What will cost more?
It is clear that RAM and SSD memory modules are the most expensive products, at this point we can ask ourselves: "What other products will this shortage affect?"
The truth is that the whole (more or less visible) ecosystem of products based on these chips will increase in price: smartphones, laptops, gaming PCs, graphics cards, game consoles, even cars and medical devices. The dynamic is simple: memory and storage are one of the main cost factors in the industry for every modern electronic device.onboard, or squeeze margins. For manufacturers, the most likely solution is a combination of the three.
Apart from the aforementioned models and SSDs, the first area where we see clear results is smartphones.The most affected are low- and mid-range models, where every euro counts and margins are tight.At the high end of the price spectrum, they are more likely to try to hide price increases by maintaining an official price list and offering fewer discounts and promotions compared to previous years.In this sense, it is reasonable to think that next year's iPhone will also be affected.Maybe that's what's happening.

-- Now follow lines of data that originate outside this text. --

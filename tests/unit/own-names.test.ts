import fs from 'node:fs';
import path from 'node:path';
import { describe, expect, it } from 'vitest';

// Issue 17: labels and shapes that echoed other programs were renamed. None of the old names may
// come back anywhere in the repository's own code, tests and notes (the words are the issue's own list).
const ROOT = path.resolve(import.meta.dirname, '../..');
const FORBIDDEN: { words: RegExp; why: string }[] = [
  // The name in words or in code (WaveLabPage); the old address /wave-lab stays, as a redirect.
  { words: /wave[\s_]*lab/i, why: 'the section is the Wave calculator' },
  { words: /mail[\s_-]*catcher/i, why: 'say "local mailbox"' },
  { words: /\/v1\/forecast/i, why: 'the forecast exchange is GET /exchange/sea-state (docs/domain.md#forecast-service)' },
];
const TEXT_FILE = /\.(ts|tsx|js|mjs|cjs|json|css|html|md|sql)$/;

function filesUnder(dir: string): string[] {
  const out: string[] = [];
  for (const entry of fs.readdirSync(dir, { withFileTypes: true })) {
    const p = path.join(dir, entry.name);
    if (entry.isDirectory()) out.push(...filesUnder(p));
    else if (TEXT_FILE.test(entry.name)) out.push(p);
  }
  return out;
}

/** `file:line: text` of every line that holds a forbidden name. */
function findings(file: string, text: string): string[] {
  const out: string[] = [];
  text.split('\n').forEach((line, i) => {
    for (const f of FORBIDDEN) if (f.words.test(line)) out.push(`${path.relative(ROOT, file)}:${i + 1}: ${line.trim()} (${f.why})`);
  });
  return out;
}

describe('no old names in the repository (issue 17)', () => {
  it('finds each old name when it is there (the check can fail)', () => {
    expect(findings('x.ts', "label: 'Wave lab'")).toHaveLength(1);
    expect(findings('x.ts', 'export function WaveLabPage()')).toHaveLength(1);
    expect(findings('x.ts', 'the local Mail-Catcher')).toHaveLength(1);
    expect(findings('x.ts', "new URL('v1/forecast', base); // GET /v1/forecast?lat=")).toHaveLength(1);
    expect(findings('x.ts', "label: 'Wave calculator', mailbox, /exchange/sea-state, redirect('/wave-lab')")).toEqual([]);
  });

  it('holds none of them', () => {
    // Every folder of ours but this file, which spells the old names to test the check.
    const files = [
      ...['src', 'server', 'shared', 'jobs', 'scripts', 'seed', 'bench', 'tests', 'docs'].flatMap((d) => filesUnder(path.join(ROOT, d))),
      path.join(ROOT, 'README.md'),
      path.join(ROOT, 'DEVELOPERS.md'),
    ].filter((f) => f !== import.meta.filename && !f.includes(`${path.sep}.artifacts${path.sep}`));
    expect(files.length).toBeGreaterThan(100);
    const found = files.flatMap((f) => findings(f, fs.readFileSync(f, 'utf8')));
    expect(found).toEqual([]);
  });
});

The other main front is laptops and PCs in general.Companies such as Dell and HP are already on the fence, warning of possible price increases.Business and professional models, which often offer more RAM and larger SSDs, risk a significant increase in price.For consumer laptops and gaming laptops, the most common change, at least in the short term, will be a specific low-cost factory: the base configuration with less RAM or a smaller SSD.
The crazy deals we saw in the years of near-segmentation of memory will become fewer and fewer, and many low-end PCs will be stuck with 8GB of RAM and 256-512GB SSDs to keep psychological prices below a certain threshold.Of course, graphics cards are not immune to that, which is a shame because they have started to decline.
At the moment, for example, AMD has already informed its partners that it will increase the price of GPUs by at least 10% in 2026, clearly stating that the cost of VRAM memory is the main reason, and some sources believe that NVIDIA is also evaluating similar steps to increase internal margins.
The discussion naturally extends to gaming consoles, both today and next-gen.There are rumors of ongoing Xbox cost increases, while the PlayStation, given a larger pool of memory, isn't expected to see any further increases, at least in the short term.Looking a little further, to the hypothetical PlayStation 6 or the next Xbox, the conclusion is almost inevitable: if the memory remains structurally unchanged until 2027 and beyond., manufacturers will have only two options.Either you launch new machines at a higher starting price than the current generation, or you sacrifice something in terms of RAM or storage.
Finally, there are less well-known industries such as automotive, medical equipment, networking equipment, and IoT, where memory is at risk of price increases and release delays.Unfortunately for us, we have to be prepared to spend more, offer less, and even offer something with less memory, which obviously won't please anyone.